Source data:
=-=-=
package main

import (
	"encoding/json"
	"io"
	"net/http"
	"os"
	"path/filepath"
	"strconv"
	"strings"
	"testing"
	"time"

	"github.com/chromedp/chromedp"

	"epitally/analytics/simfab"
)

// greenFab is a server with an invented fab's wafers, green ones among them.
func greenFab(t *testing.T) (*App, Config) {
	t.Helper()
	c := testConfig(t)
	app := startApp(t, c, func(app *App) {
		if err := writeFab(t.Context(), simfab.New(simfab.Config{Seed: 3, Wafers: 8}), c.Drop, func(int, int) {}); err != nil {
			t.Error(err)
		}
		if result, err := app.Scanner.Scan(t.Context()); err != nil || result.Refused != 0 {
			t.Errorf("scan: %v, %+v", err, result)
		}
	})
	return app, c
}

// TestASpecificationIsChangedByHand drags a corner of a customer's chromaticity
// region in a real browser, sees all wafers binned anew, and publishes the change.
func TestASpecificationIsChangedByHand(t *testing.T) {
	t.Parallel()
	app, c := greenFab(t)
	ctx := browser(t)
	corner := chromedp.CSS("svg.binplot circle.handle")
	if err := chromedp.Do(ctx, chromedp.Navigate(app.URL()+"/bins/reed-green"), chromedp.WaitVisible(corner)); err != nil {
		t.Fatal(err)
	}
	seen := func(expression string) string {
		t.Helper()
		v, err := chromedp.Run(ctx, chromedp.Evaluate[string](expression))
		if err != nil {
			t.Fatalf("%s: %v", expression, err)
		}
		return v
	}
	const document, verdict = `document.querySelector('#editor textarea').value`, `document.querySelector('.verdict').textContent`
	if text := seen(document); !strings.Contains(text, "[0.1460, 0.6842]") {
		t.Fatalf("the editor holds %q", text)
	}
	// The outer corner of G1 goes up and to the left, by the pointer.
	seen(`(() => {
		const handle = [...document.querySelectorAll('circle.handle')].find((h) => h.getAttribute('aria-label').includes('(0.146, 0.6842)'));
		const at = handle.getBoundingClientRect();
		const event = (name, dx, dy) => new PointerEvent(name, { bubbles: true, button: 0, clientX: at.x + dx, clientY: at.y + dy });
		handle.dispatchEvent(event('pointerdown', 0, 0));
		window.dispatchEvent(event('pointermove', -40, -30));
		window.dispatchEvent(event('pointerup', -40, -30));
		return '';
	})()`)
	changed := chromedp.CSS("#editor button[type=submit]:enabled")
	if err := chromedp.Do(ctx, chromedp.WaitVisible(changed)); err != nil {
		t.Fatalf("nothing can be published after a change: %v; the fault says %q", err, seen(`document.getElementById('fault').textContent`))
	}
	text := seen(document)
	if strings.Contains(text, "[0.1460, 0.6842]") || !strings.Contains(text, "[0.1604, 0.6572]") || strings.Count(text, "\n") < 30 {
		t.Errorf("the corner did not move in the document, or others did:\n%s", text)
	}
	if says := seen(verdict); !strings.Contains(says, "before the change") {
		t.Errorf("the verdict is %q", says)
	}
	// A faulty document is explained, and cannot be published.
	seen(`(() => { const t = document.querySelector('#editor textarea'); t.value = t.value.replace('circle', 'cirkel'); t.dispatchEvent(new Event('input')); return ''; })()`)
	if err := chromedp.Do(ctx, chromedp.WaitVisible(chromedp.CSS("#fault:not([hidden])"))); err != nil {
		t.Fatal(err)
	}
	if fault := seen(`document.getElementById('fault').textContent`); !strings.Contains(fault, "cirkel") || !strings.Contains(fault, "line ") {
		t.Errorf("the fault is %q", fault)
	}
	seen(`(() => { const t = document.querySelector('#editor textarea'); t.value = t.value.replace('cirkel', 'circle'); t.dispatchEvent(new Event('input')); return ''; })()`)
	if err := chromedp.Do(ctx, chromedp.WaitVisible(changed)); err != nil {
		t.Fatal(err)
	}
	seen(`(() => { const f = document.getElementById('editor'); f.elements.author.value = 'R. Aalto'; f.elements.reason.value = 'G1 reaches further'; f.requestSubmit(); return ''; })()`)
	if err := chromedp.Do(ctx, chromedp.WaitVisible(chromedp.CSS("tr:nth-child(2) a[href$=\"version=1\"]"))); err != nil {
		t.Fatal(err)
	}
	stored, err := app.Store.Spec(t.Context(), "reed-green", 0)
	if err != nil || stored.Version != 2 || stored.Author != "R. Aalto" || stored.Reason != "G1 reaches further" || stored.Document != text {
		t.Errorf("%v: %+v", err, stored)
	}
	compareVersions(t, c)
	page(t, app.URL()+"/bins/reed-green?version=1&view=whole", http.StatusOK)
}

// compareVersions asks what the change is worth, beside the running server.
func compareVersions(t *testing.T, c Config) {
	t.Helper()
	out, said, err := runCommand(t, "spec", "compare", "reed-green@1", "reed-green", "--data", c.Data, "--last", "5", "--json")
	if err != nil {
		t.Fatalf("%v: %s%s", err, out, said)
	}
	var got comparisonJSON
	if err := json.Unmarshal([]byte(out), &got); err != nil {
		t.Fatal(err)
	}
	gained := 0
	for _, m := range got.Moves {
		if strings.HasPrefix(m.To, "G1") && !strings.HasPrefix(m.From, "G1") {
			gained += m.Dies
		}
	}
	if got.Wafers == 0 || gained == 0 || got.GoodAfter-got.GoodBefore < gained/2 || got.ValueAfter <= got.ValueBefore || got.Currency != "EUR" {
		t.Errorf("%d dies gained: %+v", gained, got)
	}
	text, _, err := runCommand(t, "spec", "compare", "reed-green@1", "reed-green", "--data", c.Data, "--last", "1")
	if err != nil || !strings.Contains(text, "On 1 wafers reed-green sells") || !strings.Contains(text, "dies that change") {
		t.Errorf("%v: %s", err, text)
	}
	if _, _, err := runCommand(t, "spec", "compare", "reed-green@9", "reed-green", "--data", c.Data); err == nil || !strings.Contains(err.Error(), "neither a file nor a stored specification") {
		t.Errorf("a version there is not: %v", err)
	}
}

func TestSpecCheck(t *testing.T) {
	t.Parallel()
	file := filepath.Join(t.TempDir(), "s.yaml")
	write := func(text string) {
		t.Helper()
		if err := os.WriteFile(file, []byte(text), 0o600); err != nil {
			t.Fatal(err)
		}
	}
	write(reedGreen)
	out, _, err := runCommand(t, "spec", "check", file)
	if err != nil || strings.Count(out, "overlap: cells core and ") != 2 {
		t.Errorf("%v: %s", err, out)
	}
	write(harbourBlue)
	if out, _, err = runCommand(t, "spec", "check", file); err != nil || out != "harbour-blue: 32 bins, nothing odd\n" {
		t.Errorf("%v: %s", err, out)
	}
	if out, _, err = runCommand(t, "spec", "check", file, "--json"); err != nil || strings.TrimSpace(out) != "[]" {
		t.Errorf("%v: %s", err, out)
	}
	write("specification: x\nkind: pl\naxes: [{axis: W, quantity: q_nm, edges: [2, 1]}]\n")
	if _, _, err = runCommand(t, "spec", "check", file); err == nil || !strings.Contains(err.Error(), file+": line 3") {
		t.Errorf("a faulty file: %v", err)
	}
	if _, _, err = runCommand(t, "spec", "check"); err == nil {
		t.Error("no file is enough")
	}
}

func TestSpecCheckLooksAtDies(t *testing.T) {
	t.Parallel()
	_, c := greenFab(t)
	file := filepath.Join(t.TempDir(), "s.yaml")
	if err := os.WriteFile(file, []byte(reedGreen), 0o600); err != nil {
		t.Fatal(err)
	}
	out, said, err := runCommand(t, "spec", "check", file, "--data", c.Data, "--last", "5")
	if err != nil || !strings.Contains(out, "dies lie there") || !strings.Contains(out, "empty: no die of the last ") {
		t.Errorf("%v: %s%s", err, out, said)
	}
}

// TestMetricsTellWhatWasLoaded reads what a monitoring system would.
func TestMetricsTellWhatWasLoaded(t *testing.T) {
	t.Parallel()
	app, _ := greenFab(t)
	page(t, app.URL()+"/wafers", http.StatusOK)
	answer, err := http.Get(app.URL() + "/metrics")
	if err != nil {
		t.Fatal(err)
	}
	defer answer.Body.Close()
	text, err := io.ReadAll(answer.Body)
	if err != nil || answer.StatusCode != http.StatusOK {
		t.Fatalf("%d %v", answer.StatusCode, err)
	}
	figures := map[string]float64{}
	for _, line := range strings.Split(string(text), "\n") {
		if name, value, ok := strings.Cut(line, " "); ok && !strings.HasPrefix(line, "#") {
			if figures[name], err = strconv.ParseFloat(value, 64); err != nil {
				t.Errorf("%q: %v", line, err)
			}
		}
	}
	if figures[`epitally_sources_total{state="stored"}`] < 16 || figures[`epitally_sources_total{state="refused"}`] != 0 || figures["epitally_dies_stored_total"] < 50_000 ||
		figures["epitally_wafers_stored_total"] != 16 || figures["epitally_source_lag_seconds_count"] != figures[`epitally_sources_total{state="stored"}`] ||
		figures[`epitally_request_seconds_count{method="GET",route="/wafers",status="200"}`] != 1 || figures["epitally_scan_seconds_count"] < 1 {
		t.Errorf("%v", figures)
	}
	if _, there := figures[`epitally_sources_total{state="refused"}`]; !there {
		t.Error("refusals are not counted from the start")
	}
}

// TestUploadsAreLoaded sends a file as the page and a station's script do, and
// finds its wafer; what is no file is refused.
func TestUploadsAreLoaded(t *testing.T) {
	t.Parallel()
	c := testConfig(t)
	app := startApp(t, c, func(*App) {})
	send := func(name, content string) (int, string) {
		t.Helper()
		answer, err := http.Post(app.URL()+"/api/v1/sources?name="+name, "application/octet-stream", strings.NewReader(content))
		if err != nil {
			t.Fatal(err)
		}
		defer answer.Body.Close()
		text, _ := io.ReadAll(answer.Body)
		return answer.StatusCode, string(text)
	}
	if status, text := send("one.csv", tinyCSV); status != http.StatusAccepted || !strings.Contains(text, `"source":"one.csv"`) {
		t.Fatalf("%d %s", status, text)
	}
	limit := time.Now().Add(20 * time.Second)
	for {
		if _, err := app.Store.Wafer(t.Context(), "T-1"); err == nil {
			break
		}
		if time.Now().After(limit) {
			t.Fatal("the uploaded file was not loaded")
		}
		app.schedule.Scan()
	}
	for name, want := range map[string]int{"..%2Fout.csv": http.StatusBadRequest, "": http.StatusBadRequest, "a%00b": http.StatusBadRequest} {
		if status, text := send(name, "x"); status != want || !strings.Contains(text, "detail") {
			t.Errorf("%q: %d %s", name, status, text)
		}
	}
}

// TestDoctorBesideARunningServer examines the invented fab while its server runs.
func TestDoctorBesideARunningServer(t *testing.T) {
	t.Parallel()
	_, c := greenFab(t)
	out, said, err := runCommand(t, "doctor", "--data", c.Data)
	if err != nil || !strings.HasPrefix(out, "The database is sound: every plane decodes") {
		t.Errorf("%v: %s%s", err, out, said)
	}
	if out, _, err = runCommand(t, "doctor", "--data", c.Data, "--quick", "--json"); err != nil || strings.TrimSpace(out) != "[]" {
		t.Errorf("%v: %s", err, out)
	}
}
=-=-=
**Exercise requirements**: Go through the data line by line and work out how many lines contain "ReadAll". Give only that number.

**Answer to this problem**: 2